All three of them started the work together. A left the work after 4 days and C left it some days before completion. The total time taken to complete the work is 46/5 days. Let the number of days that C worked for be D.

4*(1/10) + (46/5)*(1/20) + D*(1/30) = 1

=> 24 + 138/5 + 2*D = 60

=> D = 42/10

**The number of days C worked for is 4.2**

It is known that A can do a piece of work in 10 days, B can do it in 20 days and C in 30 days. In one day, A does 1/10 of the work, B does 1/20 of the work and does 1/30 of the work.

The three start together. A leaves after 4 days. In four days the amount of work completed is `4*(1/10 + 1/20 + 1/30)` . Let the number of days C worked for after the 4 days be X-4.
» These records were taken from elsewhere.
import { addMonths } from '../fatigue/life/days.js';
import type { FirmInput } from './firm-input.js';
import { DEFAULT_CONTINGENCY_SHARE, DEFAULT_ORDER_MARGIN_DAYS, NO_DECISIONS } from './plan-input.js';
import type { PlanInput, PlanTask, PlanWindow, VisitKind, WorkTerms } from './plan-input.js';

/** What an invented vessel is made from. Every figure of it is invented. */
export interface InventedVesselSettings {
  asOfOn: string;
  /** Evenly from 0 to 1, the only source of chance. */
  random: () => number;
  taskCount: number;
  windowCount: number;
  /** Two windows a year: the winter lay-up and the fitting-out. */
  windowsFromOn: string;
}

interface Pattern {
  name: string;
  action: 'replace' | 'inspect';
  /** Years between doings, least and most. */
  years: [least: number, most: number];
  /** Cost in whole currency units and hours per kind, before the vessel's size is applied. */
  terms: Partial<Record<VisitKind, [cost: number, hours: number]>>;
  leadDays: number;
  alsoDoneBy?: string;
}

const OUT: VisitKind[] = ['mast-out-afloat', 'mast-out-ashore'];

function inAnyVisit(cost: number, hoursAloft: number, hoursOut: number): Pattern['terms'] {
  return {
    aloft: [cost, hoursAloft],
    'mast-out-afloat': [cost, hoursOut],
    'mast-out-ashore': [cost, hoursOut],
  };
}

function mastOut(cost: number, hours: number): Pattern['terms'] {
  return Object.fromEntries(OUT.map((kind) => [kind, [cost, hours] as [number, number]]));
}

const PATTERNS: Pattern[] = [
  { name: 'cap shrouds', action: 'replace', years: [7, 12], terms: mastOut(2400, 14), leadDays: 56 },
  { name: 'rig check aloft', action: 'inspect', years: [2, 3], terms: inAnyVisit(180, 4, 3), leadDays: 0 },
  { name: 'forestay', action: 'replace', years: [6, 10], terms: mastOut(1500, 10), leadDays: 56 },
  { name: 'lower shrouds', action: 'replace', years: [7, 12], terms: inAnyVisit(1300, 14, 8), leadDays: 42 },
  {
    name: 'mast on trestles, opened up',
    action: 'inspect',
    years: [5, 6],
    terms: mastOut(700, 16),
    leadDays: 0,
  },
  { name: 'backstay', action: 'replace', years: [7, 12], terms: inAnyVisit(900, 8, 5), leadDays: 42 },
  { name: 'fibre lashings', action: 'replace', years: [3, 5], terms: inAnyVisit(220, 5, 3), leadDays: 21 },
  { name: 'intermediate shrouds', action: 'replace', years: [7, 12], terms: mastOut(1100, 9), leadDays: 42 },
  { name: 'bobstay', action: 'replace', years: [5, 8], terms: inAnyVisit(600, 5, 5), leadDays: 42 },
  {
    name: 'chainplates pulled',
    action: 'inspect',
    years: [9, 12],
    terms: { 'mast-out-ashore': [1600, 24] },
    leadDays: 0,
  },
  { name: 'running backstays', action: 'replace', years: [4, 7], terms: inAnyVisit(800, 6, 5), leadDays: 28 },
  { name: 'turnbuckles', action: 'replace', years: [12, 18], terms: inAnyVisit(1900, 12, 8), leadDays: 35 },
  { name: 'spreader ends', action: 'inspect', years: [3, 5], terms: inAnyVisit(150, 4, 2), leadDays: 0 },
  { name: 'inner forestay', action: 'replace', years: [7, 12], terms: inAnyVisit(850, 8, 5), leadDays: 42 },
];

/**
 * An invented vessel with an invented re-rig plan to be solved, for tests and benchmarks. Not a record of any vessel.
 *
 * @param settings see {@link InventedVesselSettings}
 */
export function inventedVessel(settings: InventedVesselSettings): PlanInput {
  const { asOfOn, random, taskCount, windowCount } = settings;
  const size = 0.7 + 1.1 * random();
  const windows = inventedWindows(settings.windowsFromOn, windowCount);
  const tasks = Array.from({ length: taskCount }, (_, at): PlanTask => {
    const pattern = PATTERNS[at % PATTERNS.length];
    const years = pattern.years[0] + (pattern.years[1] - pattern.years[0]) * random();
    const leftMonths = Math.round(12 * years * (0.06 + 0.94 * random()));
    return {
      id: `task-${at}`,
      name: pattern.name,
      partIds: [`part-${at}`],
      action: pattern.action,
      ground: pattern.action === 'replace' ? 'replace-by' : 'inspection-interval',
      dueOn: addMonths(asOfOn, leftMonths),
      againAfterDays: Math.round(365.25 * years),
      terms: Object.fromEntries(
        Object.entries(pattern.terms).map(([kind, [cost, hours]]): [string, WorkTerms] => [
          kind,
          { costMinor: Math.round(cost * size * 100), hours: Math.round(hours * size) },
        ]),
      ),
      leadDays: pattern.leadDays,
      alsoDoneBy: [],
      needs: [],
    };
  });
  return {
    asOfOn,
    horizonEndOn: addMonths(settings.windowsFromOn, 6 * windowCount),
    currency: 'EUR',
    visitTerms: {
      aloft: { costMinor: Math.round(35_000 * size), hours: 3 },
      'mast-out-afloat': { costMinor: Math.round(240_000 * size), hours: Math.round(14 * size) },
      'mast-out-ashore': { costMinor: Math.round(330_000 * size), hours: Math.round(20 * size) },
    },
    contingencyShare: DEFAULT_CONTINGENCY_SHARE,
    orderMarginDays: DEFAULT_ORDER_MARGIN_DAYS,
    windows,
    tasks,
    decisions: NO_DECISIONS,
  };
}

function inventedWindows(fromOn: string, count: number): PlanWindow[] {
  return Array.from({ length: count }, (_, at): PlanWindow => {
    const opensOn = addMonths(fromOn, 6 * at);
    const winter = at % 2 === 0;
    return {
      id: `w${String(at).padStart(2, '0')}`,
      opensOn,
      closesOn: addMonths(opensOn, winter ? 5 : 2),
      kinds: winter ? ['aloft', 'mast-out-afloat', 'mast-out-ashore'] : ['aloft', 'mast-out-afloat'],
    };
  });
}

/**
 * An invented firm: vessels of {@link inventedVessel}, each away in some of the yard's windows, and a yard with berths and
 * hours per window in proportion to their number.
 *
 * @param settings as for one vessel, with the number of vessels and the room per vessel and window
 */
export function inventedFirm(
  settings: InventedVesselSettings & {
    vesselCount: number;
    hoursPerVessel: number;
    berthsPerVessel: number;
    lateDayCostMinor: number;
  },
): FirmInput {
  const { random, vesselCount } = settings;
  const vessels = Array.from({ length: vesselCount }, (_, at) => {
    const input = inventedVessel(settings);
    // One window in eight is lost to a charter, a passage or a lay-up elsewhere.
    const windows = input.windows.filter(() => random() >= 0.125);
    return { vesselId: `vessel-${at}`, name: `Vessel ${at}`, input: { ...input, windows } };
  });
  return {
    lateDayCostMinor: settings.lateDayCostMinor,
    vessels,
    windows: inventedWindows(settings.windowsFromOn, settings.windowCount).map(({ id, kinds }) => ({
      id,
      riggerHours: Math.round(vesselCount * settings.hoursPerVessel),
      berths: Object.fromEntries(
        kinds
          .filter((kind) => kind !== 'aloft')
          .map((kind) => [kind, Math.max(1, Math.round(vesselCount * settings.berthsPerVessel))]),
      ),
    })),
  };
}
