import { describe, expect, it } from 'vitest';
import { planWindows } from './plan-windows.js';
import type { YardSeason } from './plan-windows.js';

const winter: YardSeason = {
  id: 'winter-2028',
  fromOn: '2028-10-01',
  untilOn: '2029-03-31',
  kinds: ['aloft', 'mast-out-ashore'],
};

describe('windows of a vessel', () => {
  it('are the seasons of the yard where nothing is closed', () => {
    expect(planWindows([winter], [], [])).toEqual({
      windows: [{ id: 'winter-2028', opensOn: '2028-10-01', closesOn: '2029-03-31', kinds: winter.kinds }],
      lostSeasonIds: [],
    });
  });

  // Closures of 20 December to 6 January and 3 to 10 January overlap and close 20 December to 10 January. Left are
  // 1 October to 19 December (80 days) and 11 January to 31 March (80 days in 2029): equal, so the first.
  it('take overlapping closures as one and keep the longest stretch', () => {
    const closures = [
      { fromOn: '2029-01-03', untilOn: '2029-01-10' },
      { fromOn: '2028-12-20', untilOn: '2029-01-06' },
    ];
    const [window] = planWindows([winter], closures, []).windows;
    expect([window.opensOn, window.closesOn]).toEqual(['2028-10-01', '2028-12-19']);
    const away = [{ fromOn: '2028-09-01', untilOn: '2028-10-02' }];
    const [later] = planWindows([winter], closures, away).windows;
    expect([later.opensOn, later.closesOn]).toEqual(['2029-01-11', '2029-03-31']);
  });

  it('are lost where the vessel is away throughout, or all but a few days', () => {
    const away = [{ fromOn: '2028-08-01', untilOn: '2029-03-28' }];
    expect(planWindows([winter], [], away)).toEqual({ windows: [], lostSeasonIds: ['winter-2028'] });
  });

  it('equal a count day by day', () => {
    const season: YardSeason = { ...winter, fromOn: '2028-10-01', untilOn: '2028-10-31' };
    for (let seed = 0; seed < 200; seed++) {
      const spans = [0, 1, 2].map((at) => {
        const from = 1 + ((seed * 7 + at * 11) % 29);
        return { from, until: Math.min(31, from + ((seed + at * 3) % 9)) };
      });
      const day = (number: number): string => `2028-10-${String(number).padStart(2, '0')}`;
      const closures = spans.map(({ from, until }) => ({ fromOn: day(from), untilOn: day(until) }));
      let best: [number, number] | null = null;
      for (let from = 1; from <= 31; from++) {
        for (let until = from; until <= 31; until++) {
          const isOpen = spans.every((span) => span.until < from || span.from > until);
          if (isOpen && (best === null || until - from > best[1] - best[0])) best = [from, until];
        }
      }
      const expected = best !== null && best[1] - best[0] + 1 >= 5 ? [[day(best[0]), day(best[1])]] : [];
      const { windows } = planWindows([season], closures, []);
      expect({ seed, windows: windows.map(({ opensOn, closesOn }) => [opensOn, closesOn]) }).toEqual({
        seed,
        windows: expected,
      });
    }
  });

  it('refuse a span that ends before it begins', () => {
    expect(() => planWindows([winter], [{ fromOn: '2029-01-05', untilOn: '2029-01-01' }], [])).toThrow(
      /ends before/,
    );
  });
});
In the next X - 4 days, the amount of work done is `(X - 4)*(1/20 + 1/30)` . For a period 46/5 - X, only B was doing the work.

As the work is completed in 46/5 days we have:

`4*(1/10 + 1/20 + 1/30) + (X - 4)*(1/20 + 1/30) + (46/5 - X)*(1/20) = 1`

`11/15 + (X - 4)*(1/12) + (46/5 - X)*(1/20) = 1`

`(X - 4)*(1/12) + (46/5 - X)*(1/20) = 4/15`

`X*(1/30) + 19/150 = 4/15`

`X*(1/30) = 7/50`

`X = 210/50`

= 4.2

C worked for a total of 4.2 days.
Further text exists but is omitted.